___ DATASET EXTRACT ___
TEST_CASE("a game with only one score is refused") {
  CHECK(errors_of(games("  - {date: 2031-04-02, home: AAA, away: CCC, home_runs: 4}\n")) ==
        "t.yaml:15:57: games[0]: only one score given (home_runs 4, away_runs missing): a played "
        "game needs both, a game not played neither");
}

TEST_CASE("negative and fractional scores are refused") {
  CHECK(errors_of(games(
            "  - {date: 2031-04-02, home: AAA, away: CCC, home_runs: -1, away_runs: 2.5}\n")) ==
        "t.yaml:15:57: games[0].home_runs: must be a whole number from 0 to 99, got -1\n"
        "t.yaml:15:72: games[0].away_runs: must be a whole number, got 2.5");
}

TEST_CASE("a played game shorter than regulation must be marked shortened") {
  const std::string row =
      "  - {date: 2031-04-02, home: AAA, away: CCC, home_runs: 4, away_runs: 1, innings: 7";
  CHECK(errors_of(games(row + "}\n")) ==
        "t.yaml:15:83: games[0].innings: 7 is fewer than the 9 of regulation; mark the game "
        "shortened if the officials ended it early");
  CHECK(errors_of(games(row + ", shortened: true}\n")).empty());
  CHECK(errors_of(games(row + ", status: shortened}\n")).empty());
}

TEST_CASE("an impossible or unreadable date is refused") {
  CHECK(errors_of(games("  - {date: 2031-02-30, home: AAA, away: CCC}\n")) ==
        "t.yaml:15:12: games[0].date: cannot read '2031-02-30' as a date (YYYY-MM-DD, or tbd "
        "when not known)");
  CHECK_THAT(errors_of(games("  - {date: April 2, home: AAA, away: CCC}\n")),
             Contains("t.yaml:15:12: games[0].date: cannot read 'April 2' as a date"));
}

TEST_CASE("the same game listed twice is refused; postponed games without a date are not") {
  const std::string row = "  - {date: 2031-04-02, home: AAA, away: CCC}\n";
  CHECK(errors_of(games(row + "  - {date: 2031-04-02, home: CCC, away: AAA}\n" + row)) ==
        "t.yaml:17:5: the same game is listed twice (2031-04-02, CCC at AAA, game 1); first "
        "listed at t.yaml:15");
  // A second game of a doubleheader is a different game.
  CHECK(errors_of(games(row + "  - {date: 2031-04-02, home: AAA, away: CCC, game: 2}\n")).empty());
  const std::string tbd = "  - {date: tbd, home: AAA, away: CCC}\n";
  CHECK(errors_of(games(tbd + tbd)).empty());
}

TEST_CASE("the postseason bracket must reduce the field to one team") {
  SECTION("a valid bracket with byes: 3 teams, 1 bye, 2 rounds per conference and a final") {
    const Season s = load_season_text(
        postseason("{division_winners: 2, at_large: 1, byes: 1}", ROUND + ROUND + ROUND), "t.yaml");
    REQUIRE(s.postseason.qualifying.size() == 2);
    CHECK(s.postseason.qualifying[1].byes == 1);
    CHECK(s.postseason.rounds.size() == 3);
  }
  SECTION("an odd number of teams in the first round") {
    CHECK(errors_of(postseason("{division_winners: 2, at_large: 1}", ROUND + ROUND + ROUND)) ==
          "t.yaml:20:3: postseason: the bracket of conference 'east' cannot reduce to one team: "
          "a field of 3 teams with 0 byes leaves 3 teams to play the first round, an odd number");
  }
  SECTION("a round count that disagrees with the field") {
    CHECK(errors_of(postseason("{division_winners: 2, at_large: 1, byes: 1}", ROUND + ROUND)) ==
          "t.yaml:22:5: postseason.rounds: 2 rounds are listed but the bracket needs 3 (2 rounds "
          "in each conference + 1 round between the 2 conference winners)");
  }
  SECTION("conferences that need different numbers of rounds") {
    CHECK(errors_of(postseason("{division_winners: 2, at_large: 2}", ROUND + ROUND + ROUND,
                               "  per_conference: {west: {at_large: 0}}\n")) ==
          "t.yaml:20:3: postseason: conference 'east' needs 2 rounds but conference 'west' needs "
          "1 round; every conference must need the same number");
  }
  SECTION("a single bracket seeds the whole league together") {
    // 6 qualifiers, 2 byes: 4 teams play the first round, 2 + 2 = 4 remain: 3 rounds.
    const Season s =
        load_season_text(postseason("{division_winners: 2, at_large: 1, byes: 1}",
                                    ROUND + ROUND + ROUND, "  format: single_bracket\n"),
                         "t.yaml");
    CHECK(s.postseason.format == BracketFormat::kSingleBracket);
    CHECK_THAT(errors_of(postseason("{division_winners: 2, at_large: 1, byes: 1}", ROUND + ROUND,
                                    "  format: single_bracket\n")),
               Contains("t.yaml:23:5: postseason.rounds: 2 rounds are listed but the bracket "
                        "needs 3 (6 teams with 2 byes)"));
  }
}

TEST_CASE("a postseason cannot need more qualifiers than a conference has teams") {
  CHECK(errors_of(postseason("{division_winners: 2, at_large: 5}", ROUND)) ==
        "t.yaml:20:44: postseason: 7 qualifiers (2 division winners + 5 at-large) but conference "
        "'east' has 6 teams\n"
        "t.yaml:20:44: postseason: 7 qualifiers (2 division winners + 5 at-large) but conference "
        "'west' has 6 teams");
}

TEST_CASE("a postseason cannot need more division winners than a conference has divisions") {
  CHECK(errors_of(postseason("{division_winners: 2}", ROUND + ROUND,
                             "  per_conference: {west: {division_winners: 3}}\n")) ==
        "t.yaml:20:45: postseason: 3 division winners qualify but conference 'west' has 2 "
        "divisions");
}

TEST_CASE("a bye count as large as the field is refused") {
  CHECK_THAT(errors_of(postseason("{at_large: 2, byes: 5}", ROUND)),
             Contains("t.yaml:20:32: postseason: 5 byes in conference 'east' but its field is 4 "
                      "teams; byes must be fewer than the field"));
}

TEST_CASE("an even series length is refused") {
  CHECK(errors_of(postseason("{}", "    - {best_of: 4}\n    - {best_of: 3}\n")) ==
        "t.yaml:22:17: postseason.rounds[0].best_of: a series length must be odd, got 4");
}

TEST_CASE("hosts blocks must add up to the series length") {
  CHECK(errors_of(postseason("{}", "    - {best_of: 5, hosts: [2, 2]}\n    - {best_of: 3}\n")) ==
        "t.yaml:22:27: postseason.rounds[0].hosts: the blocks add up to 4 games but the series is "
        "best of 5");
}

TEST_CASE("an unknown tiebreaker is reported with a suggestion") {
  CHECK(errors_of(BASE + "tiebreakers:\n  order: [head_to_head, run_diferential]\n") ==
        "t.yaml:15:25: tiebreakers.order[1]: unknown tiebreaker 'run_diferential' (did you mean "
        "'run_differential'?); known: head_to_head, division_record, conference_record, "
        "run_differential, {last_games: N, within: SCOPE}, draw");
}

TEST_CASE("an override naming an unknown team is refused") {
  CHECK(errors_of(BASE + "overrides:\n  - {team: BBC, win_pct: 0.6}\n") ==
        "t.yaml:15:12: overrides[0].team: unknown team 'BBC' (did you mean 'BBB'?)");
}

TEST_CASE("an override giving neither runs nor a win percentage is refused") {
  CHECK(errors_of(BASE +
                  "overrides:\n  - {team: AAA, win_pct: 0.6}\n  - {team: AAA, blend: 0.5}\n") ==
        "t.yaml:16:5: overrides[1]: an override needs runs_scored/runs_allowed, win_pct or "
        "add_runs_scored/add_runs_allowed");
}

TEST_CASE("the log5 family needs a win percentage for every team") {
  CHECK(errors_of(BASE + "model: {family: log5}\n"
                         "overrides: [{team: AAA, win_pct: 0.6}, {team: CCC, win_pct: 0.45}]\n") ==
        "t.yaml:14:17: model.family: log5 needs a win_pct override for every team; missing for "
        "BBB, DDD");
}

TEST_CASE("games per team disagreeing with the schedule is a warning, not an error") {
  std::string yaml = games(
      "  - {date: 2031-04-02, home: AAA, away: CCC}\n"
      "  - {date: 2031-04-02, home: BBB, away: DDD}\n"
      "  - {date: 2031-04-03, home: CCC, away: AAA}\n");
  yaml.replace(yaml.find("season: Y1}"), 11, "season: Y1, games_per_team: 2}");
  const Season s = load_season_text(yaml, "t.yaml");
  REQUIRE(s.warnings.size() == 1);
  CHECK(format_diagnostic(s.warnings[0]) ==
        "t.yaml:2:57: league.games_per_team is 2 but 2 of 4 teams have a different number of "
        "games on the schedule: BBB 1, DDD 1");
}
___
EXERCISE DESCRIPTION:
Pick each line holding "family" out of the entries above and return it.

REPLY:
TEST_CASE("the log5 family needs a win percentage for every team") {
  CHECK(errors_of(BASE + "model: {family: log5}\n"
        "t.yaml:14:17: model.family: log5 needs a win_pct override for every team; missing for "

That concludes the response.